Его вилка с очередной порцией яичницы описала в воздухе дугу — и длинный потек желтка украсил грудь и шорты. (Замочить в холодной воде, потом стирать хозяйственным мылом.) Как я уже говорила, Хэл ест по-свински.

— Но ты же знаешь эту китайскую еду — проскакивает моментально. Я снова умираю с голоду. — Хэл выпрямился и перевел дух. — Ну? Что сказал врач?

— Если приступы паники прекратятся, ее выпишут завтра. Но последствия непредсказуемы.

Я опустилась на пол рядом с ним и поискала местечко помягче, чтобы пристроить голову, но Хэл снова начал заглатывать еду, поэтому мне пришлось выбирать между крошками хлеба, яичным желтком и потной грудью. Я свернулась полусидя-полулежа и припала щекой к его бедру.

— А вдруг все затянется и маме нужен будет присмотр? — спросила я. — Кроме меня ведь некому это делать.

Сквозь густую темную поросль на ноге Хэла я смотрела на свое отражение в зеркальной дверце кухонного шкафчика напротив нас.
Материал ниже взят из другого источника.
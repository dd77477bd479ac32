/**
 * Alarm acknowledgements, held by the service (not by a view) so that every tab and window
 * agrees on which alarms a person has already seen. An ack names one raising of an alarm
 * (`code` and the `t` it was raised at): the same code raised again later is new.
 */
import type { AlarmEvent, EngineEvent } from '@shared/engine/types';

export interface AlarmAck {
  stationId: string;
  code: string;
  t: number;
}

export class AckBook {
  private readonly byStation = new Map<string, Map<string, number>>();

  ack(stationId: string, code: string, t: number): AlarmAck {
    let codes = this.byStation.get(stationId);
    if (!codes) {
      codes = new Map();
      this.byStation.set(stationId, codes);
    }
    codes.set(code, t);
    return { stationId, code, t };
  }

  /** An alarm that clears or is raised again drops its old ack. */
  noteEvent(stationId: string, event: EngineEvent): void {
    if (event.type !== 'alarm' && event.type !== 'alarm-clear') return;
    const codes = this.byStation.get(stationId);
    const ackedT = codes?.get(event.code);
    if (ackedT === undefined) return;
    if (event.type === 'alarm-clear' || event.t !== ackedT) codes!.delete(event.code);
  }

  isAcked(stationId: string, alarm: AlarmEvent): boolean {
    return this.byStation.get(stationId)?.get(alarm.code) === alarm.t;
  }

  list(stationId: string): AlarmAck[] {
    const codes = this.byStation.get(stationId);
    return codes ? [...codes].map(([code, t]) => ({ stationId, code, t })) : [];
  }

  forget(stationId: string): void {
    this.byStation.delete(stationId);
  }
}
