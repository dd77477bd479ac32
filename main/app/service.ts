/**
 * The API service behind both transports (Electron IPC and the localhost WebSocket): it
 * answers every request method of shared/ipc/requests.ts and turns station activity into
 * the pushes of shared/ipc/pushes.ts. Requests reach `handle` already validated by
 * `validateRequest`; `handle` validates again so no caller can skip it.
 */
import { EventEmitter } from 'node:events';
import { requestSchemas, type RequestMethod } from '@shared/ipc/requests';
import type { PushEnvelope } from '@shared/ipc/pushes';
import type { EngineEvent } from '@shared/engine/types';
import type { ResolvedProfile } from '@shared/chemistry/types';
import type { RunReader } from '../recorder/types';
import type { StationManager, StationSnapshot } from '../station/types';
import { AckBook, type AlarmAck } from './acks';
import { batchFileStem, runFileStem } from './file-names';
import { StationHistory } from './history';
import { PushBatcher } from './push-batcher';
import { realLibraries, type AppLibraries } from './libraries';
import { SweepWatch } from './sweep-watch';
import { LiveChecks } from './live-checks';
import { runChecks } from '@shared/engine/checks';
import { BatchRefusal, batchRunsOf } from '../report/batch';

/** How exports and reports leave the app. */
export type ExportMode =
  /** Web mode: answer with a URL the HTTP server serves. */
  | { kind: 'web' }
  /** Electron: ask where to save (null = the person cancelled), then write the file there. */
  | { kind: 'save'; choosePath(suggestedName: string, what: 'csv' | 'html' | 'pdf'): Promise<string | null> };
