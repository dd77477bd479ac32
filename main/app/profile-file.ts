/**
 * Loads a profile JSON file; every failure is one line naming the file and key (an
 * InputFileError, which the command line shows as a usage error, exit 2).
 */
import { readFileSync } from 'node:fs';
import { parseProfile } from '@shared/chemistry/profile';
import type { ResolvedProfile } from '@shared/chemistry/types';
import { InputFileError } from './input-file-error';

/** A profile file resolved to the limits the engine uses (replay, diagnose, report). */
export function loadProfileFile(path: string): ResolvedProfile {
  return resolveProfileJson(readProfileFileJson(path), `profile ${path}`);
}

/**
 * A profile file's JSON as written (stations store it with each run), after checking it is a
 * valid profile. The one reader of profile files for `record`, `serve` and the desktop app.
 */
export function readValidatedProfileJson(path: string): unknown {
  const json = readProfileFileJson(path);
  resolveProfileJson(json, `profile ${path}`);
  return json;
}

/** Validates profile JSON from any origin (a file, a recorded run's snapshot). */
export function resolveProfileJson(json: unknown, origin: string): ResolvedProfile {
  const result = parseProfile(json);
  if (!result.ok) throw new InputFileError(`${origin} refused: ${result.error}`);
  return result.profile;
}

function readProfileFileJson(path: string): unknown {
  let text: string;
  try {
    text = readFileSync(path, 'utf8');
  } catch (err) {
    const code = (err as NodeJS.ErrnoException).code;
    throw new InputFileError(
      code === 'ENOENT'
        ? `no such profile file: ${path}`
        : `cannot read profile ${path}: ${(err as Error).message}`,
    );
  }
  // A UTF-8 byte-order mark, as some editors save, is not part of the JSON.
  if (text.charCodeAt(0) === 0xfeff) text = text.slice(1);
  try {
    return JSON.parse(text) as unknown;
  } catch (err) {
    throw new InputFileError(`profile ${path} is not valid JSON: ${(err as Error).message}`);
  }
}
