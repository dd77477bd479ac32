/**
 * One request envelope in, one reply envelope out: the same for the WebSocket, the Electron
 * IPC relay and the backend child process. Every message goes through `validateRequest`;
 * nothing a client sends can throw past this function.
 */
import { validateRequest, type ReplyEnvelope } from '@shared/ipc/requests';
import type { AppService } from './service';

/** Id used in a reply when the request carried no usable id. */
export const NO_REQUEST_ID = -1;

export async function answerRequest(service: AppService, raw: unknown): Promise<ReplyEnvelope> {
  const checked = validateRequest(raw);
  if (!checked.ok) return { id: checked.id ?? idOf(raw), ok: false, error: checked.error };
  try {
    return { id: checked.id, ok: true, result: await service.handle(checked.method, checked.params) };
  } catch (err) {
    return { id: checked.id, ok: false, error: errorText(err) };
  }
}

/** Parse one text frame; a frame that is not JSON gets an error reply, never an exception. */
export async function answerText(service: AppService, text: string): Promise<ReplyEnvelope> {
  let raw: unknown;
  try {
    raw = JSON.parse(text);
  } catch (err) {
    return { id: NO_REQUEST_ID, ok: false, error: `message is not JSON: ${errorText(err)}` };
  }
  return answerRequest(service, raw);
}

export function errorText(err: unknown): string {
  return err instanceof Error ? err.message : String(err);
}

/** Echo a numeric id from a malformed envelope, so the client can match the error to its request. */
function idOf(raw: unknown): number {
  if (raw && typeof raw === 'object' && 'id' in raw) {
    const id = (raw as { id: unknown }).id;
    if (typeof id === 'number' && Number.isSafeInteger(id) && id >= 0) return id;
  }
  return NO_REQUEST_ID;
}
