/**
 * Messages between the Electron main process and its backend child (a plain Node process
 * that runs the service, because better-sqlite3 is built for Node's ABI, not Electron's).
 * Requests are validated in the Electron main process before they are relayed, and again by
 * the service in the child.
 */
import type { PushEnvelope } from '@shared/ipc/pushes';
import type { ReplyEnvelope, RequestEnvelope } from '@shared/ipc/requests';

export type ParentToChild =
  | { type: 'request'; envelope: RequestEnvelope }
  /** Answer to `choose-path`: where to save, or null when the person cancelled. */
  | { type: 'chosen-path'; ticket: number; path: string | null }
  /** Answer to `print-pdf`: null when the PDF was written, else what went wrong. */
  | { type: 'printed'; ticket: number; error: string | null }
  | { type: 'stop' };

export type ChildToParent =
  | { type: 'ready'; dbPath: string | null; stations: number }
  | { type: 'reply'; reply: ReplyEnvelope }
  | { type: 'push'; push: PushEnvelope }
  /** Show a save dialog. */
  | { type: 'choose-path'; ticket: number; suggestedName: string; what: 'csv' | 'html' | 'pdf' }
  /** Render this report HTML to a PDF file (only Electron can print). */
  | { type: 'print-pdf'; ticket: number; html: string; path: string }
  | { type: 'fatal'; message: string };

const PARENT_TYPES = new Set(['request', 'chosen-path', 'printed', 'stop']);
const CHILD_TYPES = new Set(['ready', 'reply', 'push', 'choose-path', 'print-pdf', 'fatal']);

export function isParentMessage(message: unknown): message is ParentToChild {
  return hasType(message, PARENT_TYPES);
}

export function isChildMessage(message: unknown): message is ChildToParent {
  return hasType(message, CHILD_TYPES);
}

function hasType(message: unknown, types: Set<string>): boolean {
  return (
    typeof message === 'object' &&
    message !== null &&
    typeof (message as { type?: unknown }).type === 'string' &&
    types.has((message as { type: string }).type)
  );
}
Странное дело — я видела, как шевелятся мои губы, но женщина в зеркале совершенно на меня не походила. Будто кто-то абсолютно другой. Я даже не была уверена, что доносившийся до меня голос — мой собственный.

— Вот в таких случаях и начинаешь ценить братьев и сестер, — сказал Хэл. — Обычно от них толку как от козла молока, но, когда предки сдают, они оказываются очень кстати.

У Хэла было трое братьев. Все их родственные отношения сводились к регулярным встречам, где обсуждался единственный вопрос: что делать, если предки доживут до глубокой старости. А родители именно так, вопреки всем ожиданиям (и финансовым прогнозам), похоже, и собирались поступить.

А как быть мне, единственной дочери? Я знала, что могу рассчитывать на помощь Триш и Марджи, но всему есть предел. Хэл? Ох, боюсь, на Хэла лучше не рассчитывать.

— Мне никак нельзя сейчас бросать работу, правда? — Я закинула удочку в надежде, что Хэл в приливе сочувствия возмутится: «Конечно можно! Как-нибудь выкрутимся!»

Ничего подобного я не дождалась.

— Тебя весь день вызванивали с работы, — сообщил Хэл. — На автоответчике куча сообщений от какой-то девицы. Софи какая-то. Умоляет перезвонить.